▸ **YOUR GOAL**: Scan the data below for the string "siteYears". Show every line where it turns up.

▸ **DATASET EXCERPTS**:

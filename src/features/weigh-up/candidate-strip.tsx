import { useTranslation } from 'react-i18next';
import { Link, useSearchParams } from 'react-router-dom';
import { gapRowOf } from '#shared/gap-rows.ts';
import type { CandidateResult } from '#shared/weigh-up.ts';
import { CandidateStory, type StoryProps } from '#src/components/candidate-story.tsx';
import { CautionList } from '#src/components/caution-list.tsx';
import { GapStrip, type GapStripRow } from '#src/components/gap-strip.tsx';
import { SiteLines } from '#src/components/site-lines.tsx';
import { useFormat } from '#src/components/use-format.ts';
import { usePaysIn } from '#src/components/use-seasons.ts';
import { fillPath, paths } from '#src/paths.ts';
import { useUrlPatch } from '#src/url-state.ts';
import { useCautionItems } from '#src/use-caution-items.ts';

/** Unit of yield gaps. */
const unit = 't/ha';

type CandidateStripProps = Pick<StoryProps, 'currentName' | 'money' | 'areaHectares'> & {
  candidates: readonly CandidateResult[];
};

/** One row per candidate on one scale; a row opens to its story, and the address remembers which. */
export function CandidateStrip({ candidates, currentName, money, areaHectares }: CandidateStripProps) {
  const { t } = useTranslation('verdicts');
  const [search] = useSearchParams();
  const openId = search.get('open');
  const format = useFormat();
  const decimals = format.decimals(candidates.find(({ gap }) => gap)?.gap?.se ?? null, unit);
  const rows = candidates.map((candidate): GapStripRow => {
    const isOpen = candidate.varietyId === openId;
    const story = { candidate, currentName, money, areaHectares, unit, decimals };
    return {
      id: candidate.varietyId,
      ...gapRowOf(candidate),
      head: <RowToggle candidate={candidate} isOpen={isOpen} />,
      aside: <RowAside candidate={candidate} currency={money.currency} />,
      ...(isOpen && { below: <OpenRow {...story} /> }),
    };
  });
  return (
    <GapStrip
      title={t('gapTitle', { current: currentName })}
      rows={rows}
      currentName={currentName}
      unit={unit}
      decimals={decimals}
    />
  );
}

function RowToggle({ candidate, isOpen }: { candidate: CandidateResult; isOpen: boolean }) {
  const patch = useUrlPatch();
  return (
    <button
      type="button"
      aria-expanded={isOpen}
      onClick={() => patch({ open: isOpen ? null : candidate.varietyId }, { isStep: true })}
      className="tap-target -ml-1 flex items-center gap-2 px-1 text-left font-bold hover:underline"
    >
      {candidate.varietyName}
      <span aria-hidden="true" className="text-sm text-action">
        {isOpen ? '▲' : '▼'}
      </span>
    </button>
  );
}

function RowAside({ candidate, currency }: { candidate: CandidateResult; currency: string }) {
  const { t } = useTranslation('verdicts');
  const format = useFormat();
  const paysIn = usePaysIn();
  const { money, verdict, siteYears, cautions } = candidate;
  const hasMoney = money !== null && verdict !== 'thin';
  return (
    <>
      <span className="block text-lg font-bold whitespace-nowrap">
        {hasMoney
          ? format.moneyPer(money.returnPerHectare, currency, 'ha', { isSigned: true })
          : t('cantSay')}
      </span>
      {hasMoney && money.chancePays !== null && (
        <span className="block text-sm">{paysIn(money.chancePays)}</span>
      )}
      <span className="block text-sm text-faded">{t('siteYears', { count: siteYears })}</span>
      {cautions.length > 0 && (
        <span className="block text-sm text-break-even">{t('cautionCount', { count: cautions.length })}</span>
      )}
    </>
  );
}

/** The row's story, its cautions and a line per trial. */
function OpenRow(story: StoryProps) {
  const { t } = useTranslation('verdicts');
  const cautionItems = useCautionItems();
  const { candidate, currentName, decimals } = story;
  return (
    <div className="mt-2 flex flex-col gap-5 border-l-4 border-rule pl-4">
      <CandidateStory {...story} />
      <CautionList
        title={t('story.cautions', { name: candidate.varietyName })}
        items={cautionItems(candidate.cautions)}
        headingLevel={3}
      />
      {candidate.trials.length === 0 ? (
        <p>{t('story.noShared')}</p>
      ) : (
        <SiteLines
          candidateName={candidate.varietyName}
          currentName={currentName}
          trials={candidate.trials}
          unit={unit}
          decimals={decimals}
          linkTrial={({ trialId }, words) => <Link to={fillPath(paths.trial, { trialId })}>{words}</Link>}
        />
      )}
    </div>
  );
}
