import { useTranslation } from 'react-i18next';
import type { MoneyAssumptions } from '#shared/money.ts';
import { sayPulledBackGap } from '#shared/pulled-back-gap.ts';
import type { CandidateResult } from '#shared/weigh-up.ts';
import { VerdictMark } from '#src/components/beam.tsx';
import { useFormat } from '#src/components/use-format.ts';
import { usePaysIn } from '#src/components/use-seasons.ts';

const unit = 't/ha';

export type TableCandidateProps = {
  candidate: CandidateResult;
  currentName: string;
  /** As it is typed now, saved or not. */
  money: MoneyAssumptions;
};

/** A candidate in the grower's three lines: is it real, how much and how sure, what is it worth. */
export function TableCandidate(props: TableCandidateProps) {
  const { varietyName, verdict } = props.candidate;
  return (
    <>
      <h2 className="mb-2 text-3xl md:text-4xl">{varietyName}</h2>
      <ol className="flex flex-col gap-3 text-xl md:gap-6 md:text-2xl">
        <li>
          <VerdictMark verdict={verdict} className="text-2xl md:text-3xl [&_svg]:w-12" />
        </li>
        <li>
          <GapLine {...props} />
        </li>
        <li>
          <WorthLine {...props} />
        </li>
      </ol>
    </>
  );
}

/** The gap in words, and both intervals, each with its level and what it is of. */
function GapLine({ candidate: { gap, verdict, trials }, currentName: current }: TableCandidateProps) {
  const { t } = useTranslation('weigh-up');
  const format = useFormat();
  if (gap === null) return t('table.none', { current });
  const decimals = format.decimals(gap.se, unit);
  const written = format.gap(gap.estimate, unit, decimals);
  if (verdict === 'thin') return t('table.thin', { gap: written, current });
  // With trials of other regions among them, the interval is not one of the region's average.
  const isBeyondRegion = trials.some(({ inRegion }) => inRegion === false);
  return (
    <>
      <strong className="block font-bold">{t('table.gap', { gap: written, current })}</strong>
      <span className="block text-lg md:text-xl">
        {t(isBeyondRegion ? 'table.regionSites' : 'table.region', format.ends(gap.region, unit, decimals))}
      </span>
      {gap.ownSeason && (
        <span className="block text-lg md:text-xl">
          {t('table.ownSeason', format.ends(gap.ownSeason, unit, decimals))}
        </span>
      )}
    </>
  );
}

/** The return at the middle price, how often it pays, and on how many site-years all of this rests. */
function WorthLine({ candidate, money }: TableCandidateProps) {
  const { gap, money: result, verdict, siteYears } = candidate;
  const { t } = useTranslation(['weigh-up', 'verdicts']);
  const format = useFormat();
  const paysIn = usePaysIn();
  const hasMoney = result !== null && verdict !== 'thin';
  const rest = [
    hasMoney && result.chancePays !== null ? paysIn(result.chancePays) : null,
    sayPulledBackGap(candidate, unit, format.decimals(gap?.se ?? null, unit), t, format),
    t('verdicts:siteYears', { count: siteYears }),
  ].filter((part) => part !== null);
  return (
    <>
      <strong className="block font-bold">
        {hasMoney
          ? t('weigh-up:table.return', {
              amount: format.moneyPer(result.returnPerHectare, money.currency, 'ha', { isSigned: true }),
              price: format.pricePer(money.priceMiddle, money.currency, 't'),
            })
          : t('weigh-up:table.noReturn')}
      </strong>
      <span className="block text-lg md:text-xl">{rest.join(' · ')}</span>
    </>
  );
}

▸ **FINISHED TASK**:
  const { money, verdict, siteYears, cautions } = candidate;
      <span className="block text-sm text-faded">{t('siteYears', { count: siteYears })}</span>
  const { gap, money: result, verdict, siteYears } = candidate;
    t('verdicts:siteYears', { count: siteYears }),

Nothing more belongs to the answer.